> **Problem to solve**: After locating the line with "reward = np.where(win" in the data that follows, return it and every later line exactly, up to and including the line with "stay = _stay(sessions, animal, a_rew, Y, m_rew)".

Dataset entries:
■ ■ ■ ■

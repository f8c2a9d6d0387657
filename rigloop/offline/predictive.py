"""Posterior-predictive checks: does the fitted model reproduce the animal?

The fitted model (``fitted_animals.FittedModel``) is run R times on the animal's own
trial sequence: the same cues in the same order at the same times, the same decisions
(reward probability, armed reward, volume). Each run draws its own responses from the
model, and the outcomes that depend on a response follow the task: a go/no-go run is
rewarded when it responds on a trial whose decision armed a reward; a two-choice run
when it chooses the trial's correct side (the side the animal's scored result implies)
and a reward was armed. Each run learns from its own outcomes, so errors compound as they
would in an animal. Trials the animal omitted are omitted in every run (the model has no
engagement).

Summaries, the same for the animal and for every run:

* the learning curve per cue: P(respond) (go/no-go) or P(right) (choice) as a centred
  moving average over that cue's scored trials (window ``window``, common practice);
  the model's band is the pointwise 2.5–97.5% range over the runs, and the check
  reports the fraction of the animal's points outside it (about 5% for a model that
  reproduces the animal; neighbouring points share trials, so the fraction varies more
  than a binomial's);
* for choice, P(stay | rewarded) and P(stay | not rewarded): how often the next choice
  repeats the side of the previous one, after a reward or after none (within a session).
"""

from __future__ import annotations

import math
from collections.abc import Sequence
from dataclasses import dataclass
from typing import Any

import numpy as np

from ..core.trial import Decision
from ..errors import BadArgument
from .fitted_animals import SIDES, FittedModel, ModelRuns

COUNT_KINDS = ("licks", "lever")


@dataclass(frozen=True, slots=True, eq=False)
class PredictiveCheck:
    """The animal against R runs of its fitted model on its own trials.

    cue: (N,) the first cue of each trial ("" without one); session: (N,) its session.
    animal: (N,) 1/0 respond or right, nan not scored; model: (R, N) the same per run.
    animal_rewarded, model_rewarded: (N,), (R, N) reward delivered (1/0).
    curves: cue -> {"trial": indices, "animal", "lower", "upper", "median", "outside"}.
    stay: for choice, {"after_reward"/"after_no_reward": {"animal", "lower", "median", "upper"}}.
    """

    link: str
    runs: int
    window: int
    cue: np.ndarray
    session: np.ndarray
    animal: np.ndarray
    model: np.ndarray
    animal_rewarded: np.ndarray
    model_rewarded: np.ndarray
    curves: dict[str, dict[str, Any]]
    stay: dict[str, dict[str, float]] | None

    @property
    def outside_fraction(self) -> float:
        """The fraction of the animal's curve points (all cues) outside the model's band."""
        n = sum(len(c["animal"]) for c in self.curves.values())
        out = sum(int(np.sum(c["outside"])) for c in self.curves.values())
        return out / n if n else math.nan


def ran_under(store, subject: str, infos: Sequence[Any]) -> list[tuple[Any, Decision]]:
    """Each stored trial with the decision it ran under (the one after the trial before
    it in its session; the session's first decision for its first trial)."""
    out = []
    for info in infos:
        first = (info.meta or {}).get("first_decision")
        prev = Decision.from_dict(first) if first else None
        for event, decision in zip(store.trials(subject, info.session),
                                   store.decisions(subject, info.session), strict=True):
            out.append((event, prev if prev is not None else decision))
            prev = decision
    return out


def _animal_response(event, link: str) -> float:
    resp = event.response
    if not event.cues or resp.result == "omitted":
        return math.nan
    if link == "choice":
        return 1.0 if resp.value == "right" else 0.0 if resp.value == "left" else math.nan
    if resp.kind in COUNT_KINDS and isinstance(resp.value, float):
        return 1.0 if resp.value > 0 else 0.0
    return math.nan


def run_check(pairs: Sequence[tuple[Any, Decision]], model: FittedModel, *, runs: int = 200,
              window: int = 21, seed: int = 0, progress=None) -> PredictiveCheck:
    """Run ``model`` ``runs`` times on ``pairs`` (each trial with the decision it ran
    under) and summarise it against the animal (see the module docstring)."""
    runs_ = int(runs)
    if runs_ < 20:
        raise BadArgument("runs", "at least 20 runs (the band is their 2.5–97.5% range)", runs)
    if int(window) < 1:
        raise BadArgument("window", "a whole number of trials >= 1", window)
    sim = ModelRuns(model, runs_, seed)
    N = len(pairs)
    animal, a_rew = np.full(N, math.nan), np.zeros(N)
    Y, m_rew = np.full((runs_, N), math.nan), np.zeros((runs_, N))
    cues = np.array([e.cues[0].cue if e.cues else "" for e, _ in pairs], dtype=object)
    sessions = np.array([e.session for e, _ in pairs], dtype=object)
    for k, (event, decision) in enumerate(pairs):
        shown = [(c.cue, c.onset, c.offset) for c in event.cues]
        y_a = animal[k] = _animal_response(event, model.link)
        a_rew[k] = 1.0 if event.outcome.rewarded else 0.0
        amount = event.outcome.reward_ul if event.outcome.rewarded else decision.reward_ul
        armed = decision.reward_armed and amount > 0
        if not event.cues or y_a != y_a:
            # no cue or an omission: every run does as the animal did (no response)
            y = np.full(runs_, math.nan)
            reward = np.full(runs_, event.outcome.reward_ul if event.outcome.rewarded else 0.0)
        else:
            y = sim.draw(event.cues[0].cue)
            if model.link == "choice":
                correct = event.response.value if event.response.result == "correct" else \
                    SIDES[1 - SIDES.index(event.response.value)]
                win = y == float(SIDES.index(correct))
            else:
                win = (y == 1.0) & (decision.reward_prob > 0)
            reward = np.where(win & armed, amount, 0.0)
        Y[:, k] = y
        m_rew[:, k] = reward > 0
        t_reward = event.outcome.reward_time if event.outcome.rewarded else (
            event.response.latency if event.response.latency is not None else
            (event.cues[0].offset if event.cues else event.duration))
        t_reward = min(float(t_reward), float(event.duration))
        sim.learn(shown, event.duration, y, reward, t_reward)
        if progress is not None and (k + 1) % 50 == 0:
            progress(k + 1, N)
    curves = _curves(cues, animal, Y, int(window))
    stay = _stay(sessions, animal, a_rew, Y, m_rew) if model.link == "choice" else None
    return PredictiveCheck(model.link, runs_, int(window), cues, sessions, animal, Y, a_rew, m_rew, curves, stay)


def moving_average(y: np.ndarray, window: int) -> np.ndarray:
    """Centred moving average along the last axis (shorter windows at the ends)."""
    y = np.asarray(y, dtype=np.float64)
    n = y.shape[-1]
    half = window // 2
    c = np.concatenate([np.zeros(y.shape[:-1] + (1,)), np.cumsum(y, axis=-1)], axis=-1)
    lo = np.clip(np.arange(n) - half, 0, n)
    hi = np.clip(np.arange(n) + half + 1, 0, n)
    return (c[..., hi] - c[..., lo]) / (hi - lo)


def _curves(cues: np.ndarray, animal: np.ndarray, Y: np.ndarray, window: int) -> dict[str, dict[str, Any]]:
    out = {}
    for cue in sorted({c for c in cues if c}):
        idx = np.flatnonzero((cues == cue) & ~np.isnan(animal))
        if len(idx) < 2:
            continue
        a = moving_average(animal[idx], window)
        m = moving_average(np.nan_to_num(Y[:, idx]), window)
        lower, median, upper = np.percentile(m, [2.5, 50, 97.5], axis=0)
        out[cue] = {"trial": idx, "animal": a, "lower": lower, "median": median, "upper": upper,
                    "outside": (a < lower - 1e-12) | (a > upper + 1e-12)}
    return out


def stay_probabilities(sessions: np.ndarray, y: np.ndarray, rewarded: np.ndarray) -> tuple[float, float]:
    """P(stay | previous choice rewarded), P(stay | not rewarded) over consecutive choices
    of a session (omissions skipped); nan where there is no such pair."""
    stay = {True: [0, 0], False: [0, 0]}
    prev = None
    for k in range(len(y)):
        if y[k] != y[k]:
            continue
        if prev is not None and sessions[prev] == sessions[k]:
            cell = stay[bool(rewarded[prev])]
            cell[0] += y[k] == y[prev]
            cell[1] += 1
        prev = k
    return tuple(c[0] / c[1] if c[1] else math.nan for c in (stay[True], stay[False]))


def _stay(sessions, animal, a_rew, Y, m_rew) -> dict[str, dict[str, float]]:
    a = stay_probabilities(sessions, animal, a_rew)
    m = np.array([stay_probabilities(sessions, Y[r], m_rew[r]) for r in range(len(Y))])
    out = {}
    for j, name in enumerate(("after_reward", "after_no_reward")):
        col = m[:, j][~np.isnan(m[:, j])]
        lo, med, hi = (np.percentile(col, [2.5, 50, 97.5]) if len(col) else (math.nan,) * 3)
        out[name] = {"animal": float(a[j]), "lower": float(lo), "median": float(med), "upper": float(hi)}
    return out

■ ■ ■ ■

> **Output for this task**:
            reward = np.where(win & armed, amount, 0.0)
        Y[:, k] = y
        m_rew[:, k] = reward > 0
        t_reward = event.outcome.reward_time if event.outcome.rewarded else (
            event.response.latency if event.response.latency is not None else
            (event.cues[0].offset if event.cues else event.duration))
        t_reward = min(float(t_reward), float(event.duration))
        sim.learn(shown, event.duration, y, reward, t_reward)
        if progress is not None and (k + 1) % 50 == 0:
            progress(k + 1, N)
    curves = _curves(cues, animal, Y, int(window))
    stay = _stay(sessions, animal, a_rew, Y, m_rew) if model.link == "choice" else None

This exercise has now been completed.